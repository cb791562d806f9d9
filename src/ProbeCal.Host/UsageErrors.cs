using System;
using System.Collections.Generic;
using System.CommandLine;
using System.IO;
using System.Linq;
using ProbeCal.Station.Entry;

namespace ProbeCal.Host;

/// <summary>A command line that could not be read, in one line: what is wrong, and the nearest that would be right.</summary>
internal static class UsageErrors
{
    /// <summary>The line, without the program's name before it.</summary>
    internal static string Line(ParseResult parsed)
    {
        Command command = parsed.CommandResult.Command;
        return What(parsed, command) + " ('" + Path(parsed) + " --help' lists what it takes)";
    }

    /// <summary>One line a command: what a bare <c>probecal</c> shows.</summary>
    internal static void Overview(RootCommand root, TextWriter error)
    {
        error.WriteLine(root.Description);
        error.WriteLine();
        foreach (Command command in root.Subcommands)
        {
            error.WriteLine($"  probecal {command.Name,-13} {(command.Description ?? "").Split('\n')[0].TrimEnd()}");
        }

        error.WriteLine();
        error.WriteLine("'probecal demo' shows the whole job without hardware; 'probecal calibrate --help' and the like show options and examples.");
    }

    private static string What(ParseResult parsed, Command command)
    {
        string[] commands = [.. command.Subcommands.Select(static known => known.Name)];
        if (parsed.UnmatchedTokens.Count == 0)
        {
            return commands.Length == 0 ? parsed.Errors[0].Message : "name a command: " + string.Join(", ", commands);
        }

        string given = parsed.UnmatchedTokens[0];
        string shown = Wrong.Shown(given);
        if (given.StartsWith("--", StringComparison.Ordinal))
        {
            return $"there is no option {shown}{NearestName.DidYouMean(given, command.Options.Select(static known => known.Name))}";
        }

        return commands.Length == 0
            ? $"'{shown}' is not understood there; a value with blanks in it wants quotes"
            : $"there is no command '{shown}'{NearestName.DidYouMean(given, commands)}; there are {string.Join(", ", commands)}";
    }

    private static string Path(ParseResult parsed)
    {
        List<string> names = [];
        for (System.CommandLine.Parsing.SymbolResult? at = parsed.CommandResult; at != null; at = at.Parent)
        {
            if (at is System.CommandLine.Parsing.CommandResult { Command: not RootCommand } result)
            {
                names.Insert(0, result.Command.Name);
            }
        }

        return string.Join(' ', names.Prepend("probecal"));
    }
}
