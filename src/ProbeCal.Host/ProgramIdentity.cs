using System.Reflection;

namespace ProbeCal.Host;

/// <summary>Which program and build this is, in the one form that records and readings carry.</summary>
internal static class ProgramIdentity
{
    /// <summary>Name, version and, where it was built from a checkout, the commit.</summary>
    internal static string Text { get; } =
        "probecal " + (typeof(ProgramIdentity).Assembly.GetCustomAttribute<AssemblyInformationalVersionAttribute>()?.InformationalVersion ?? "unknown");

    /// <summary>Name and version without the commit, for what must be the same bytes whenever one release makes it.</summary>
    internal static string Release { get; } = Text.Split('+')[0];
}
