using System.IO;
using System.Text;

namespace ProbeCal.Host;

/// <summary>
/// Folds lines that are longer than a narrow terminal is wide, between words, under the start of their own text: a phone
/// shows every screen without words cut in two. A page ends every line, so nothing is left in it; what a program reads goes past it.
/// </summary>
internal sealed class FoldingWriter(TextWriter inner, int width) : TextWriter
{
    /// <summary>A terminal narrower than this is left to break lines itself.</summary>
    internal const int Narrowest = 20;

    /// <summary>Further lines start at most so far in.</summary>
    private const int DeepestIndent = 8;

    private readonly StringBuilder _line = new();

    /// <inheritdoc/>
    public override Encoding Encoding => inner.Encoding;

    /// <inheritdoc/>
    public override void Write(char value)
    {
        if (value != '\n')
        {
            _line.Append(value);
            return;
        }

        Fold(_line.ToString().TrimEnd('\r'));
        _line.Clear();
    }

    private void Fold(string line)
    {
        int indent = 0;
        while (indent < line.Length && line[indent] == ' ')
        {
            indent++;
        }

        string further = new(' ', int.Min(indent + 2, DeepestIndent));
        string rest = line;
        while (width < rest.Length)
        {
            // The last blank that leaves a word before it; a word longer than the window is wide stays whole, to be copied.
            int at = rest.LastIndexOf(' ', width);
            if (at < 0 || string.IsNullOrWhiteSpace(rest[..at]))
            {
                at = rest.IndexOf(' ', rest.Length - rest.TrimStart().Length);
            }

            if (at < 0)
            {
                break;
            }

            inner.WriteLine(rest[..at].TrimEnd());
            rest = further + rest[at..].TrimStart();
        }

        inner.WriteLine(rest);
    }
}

========================================================================

Your objective: When a line above contains the string "RootCommand", copy that line.

Output of the exercise:
    internal static void Overview(RootCommand root, TextWriter error)
            if (at is System.CommandLine.Parsing.CommandResult { Command: not RootCommand } result)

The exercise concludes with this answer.